OnPoint NYC
- Formation: 2021
- Merger of: New York Harm Reduction Educators, Washington Heights Corner Project
- Type: Nonprofit
- Purpose: safe injection sites and other harm reduction services
- Leader: Sam Rivera
- Staff: ~120 (2023)
- Website: onpointnyc.org

= OnPoint NYC =

New York City nonprofit that operates safe injection sites

OnPoint NYC is a New York City nonprofit that operates two privately run safe injection sites in East Harlem and Washington Heights. At the sites, drug users use illegal drugs under supervision. Placed at the sites of existing syringe service programs, these were America's first safe injection facilities when they opened in November 2021.

== History ==
OnPoint was created in 2021 from the merger of two existing groups, New York Harm Reduction Educators and Washington Heights Corner Project.
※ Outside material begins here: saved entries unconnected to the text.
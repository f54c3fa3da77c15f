import { sql } from 'drizzle-orm';
import { z } from 'zod';
import { dayNumber } from '../../analytics/records/day-number';
import type { PartLife } from '../../analytics/records/part-life';
import type { Transaction } from '../db/client';
import { allOf, idList, selectRows } from '../db/rows';

const lifeRow = z.object({
  id: z.string(),
  unitId: z.string(),
  modelId: z.string().nullable(),
  componentId: z.string(),
  partId: z.string().nullable(),
  origin: z.enum(['fitted', 'in_service', 'assumed_original']),
  startRepairId: z.string().nullable(),
  startOn: z.string().nullable(),
  endRepairId: z.string().nullable(),
  endOn: z.string(),
  outcome: z.enum(['failed', 'damage', 'censored', 'unknown']),
  entryHours: z.number().nullable(),
  exitHours: z.number().nullable(),
  entryDays: z.number().nullable(),
  exitDays: z.number().nullable(),
  isDeadOnArrival: z.boolean(),
  setAsideReason: z.string().nullable(),
  isBetween: z.boolean(),
  isUnitInRegister: z.boolean(),
});

/** Part lives as the last analysis derived them, of some models (null: all) and one component (null: all). */
export async function loadLives(
  tx: Transaction,
  scope: { componentId: string | null; modelIds: readonly string[] | null },
): Promise<PartLife[]> {
  const rows = await selectRows(
    tx,
    lifeRow,
    sql`SELECT l.id, l.unit_id AS "unitId", l.model_id AS "modelId", l.component_id AS "componentId",
      l.part_id AS "partId", l.origin, l.start_repair_id AS "startRepairId", l.start_on AS "startOn",
      l.end_repair_id AS "endRepairId", l.end_on AS "endOn", l.outcome, l.entry_hours AS "entryHours",
      l.exit_hours AS "exitHours", l.entry_days AS "entryDays", l.exit_days AS "exitDays",
      l.is_dead_on_arrival AS "isDeadOnArrival", l.set_aside_reason AS "setAsideReason",
      l.is_between_readings AS "isBetween",
      u.is_registered AS "isUnitInRegister"
    FROM part_lives l JOIN units u ON u.shop_id = l.shop_id AND u.id = l.unit_id
    WHERE ${allOf([
      scope.componentId === null ? undefined : sql`l.component_id = ${scope.componentId}`,
      scope.modelIds === null ? undefined : sql`l.model_id = ANY(${idList(scope.modelIds)})`,
    ])} ORDER BY l.id`,
  );
  return rows.map(lifeOf);
}

function lifeOf(row: z.output<typeof lifeRow>): PartLife {
  const { startOn, endOn, entryHours, exitHours, entryDays, exitDays, setAsideReason, isBetween, ...life } =
    row;
  return {
    ...life,
    engine: 0,
    partMaker: null,
    startDay: startOn === null ? null : dayNumber(startOn),
    endDay: dayNumber(endOn),
    endReason: null,
    hours: spanOf(entryHours, exitHours, setAsideReason === 'meter_restarted', isBetween),
    hoursMissing: null,
    days: spanOf(entryDays, exitDays, false),
    daysMissing: null,
  };
}

function spanOf(entry: number | null, exit: number | null, isCut: boolean, isBetween = false) {
  return exit === null ? null : { entry: entry ?? 0, exit, isCut, isBetween };
}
OnPoint's workers voted to unionize with UNITE HERE in December 2022. Between 2021 and 2025 OnPoint's own record reports over 1,700 overdoses were reversed with no resulting deaths. By December 2025, more than 46 clients were taken to the hospital by ambulance, however OnPointNYC did not track whether or not they survived.

New York mayor Bill de Blasio had been advocating for the city to open safe injection sites since 2018. The opening of OnPoint's OPCs is one demonstration of a shift toward harm reduction in American drug policy, prompted by a worsening opioid overdose crisis and an illicit drug supply containing high levels of fentanyl. Under President Joe Biden, the United States Department of Justice has taken a hands-off approach to safe injection sites, although possession of opioids without a prescription remains illegal. On August 7, 2023, the top federal prosecutor for Manhattan announced OnPoint's activities are illegal, because it is a violation of federal law to maintain property where controlled substances are consumed.

Some Harlem activists and politicians (including Al Taylor, Inez Dickens, Yusef Salaam, Rev. Al Sharpton and Adriano Espaillat) have criticized the Harlem site, viewing it as part of an oversaturation of shelters and addiction treatment facilities in the neighborhood. A December 2021 protest in Harlem against the site drew over 100 people. Gothamist and WNYC reviewed 2019–2020 data of opioid clinic usage in Harlem and found that only 25% of patients were Harlem residents.

Some Harlem residents have also complained of increased crime (including drug dealing and public drug use) in the area since the site opened. The New York Times reported visible drug activities around the block at OnPoint's E 126th St location in August, 2023. The consumption site is across the street from a child care center. OnPoint also employs staff to collect discarded drug paraphernalia in parks and other public areas.

Opponents posit that the center encourages illegal drug use. In February 2025, congresswoman Nicole Malliotakis sent a letter to the attorney general requesting the center be shut down.

==Funding==
OnPoint has received funding from the New York City Department of Health and Mental Hygiene, The New York Community Trust and the New York Health Foundation, among other sources. As of June 2022 it had received no state or federal funding. Counseling, syringe service programs and other services offered around the consumption sites receive city and state funding, but the consumption sites are privately funded.

==Research==
In 2023 NYU Langone Health and Brown University announced that OnPoint would be included in the first federally-funded study to evaluate the effectiveness of OPCs. This study will be funded by NIDA.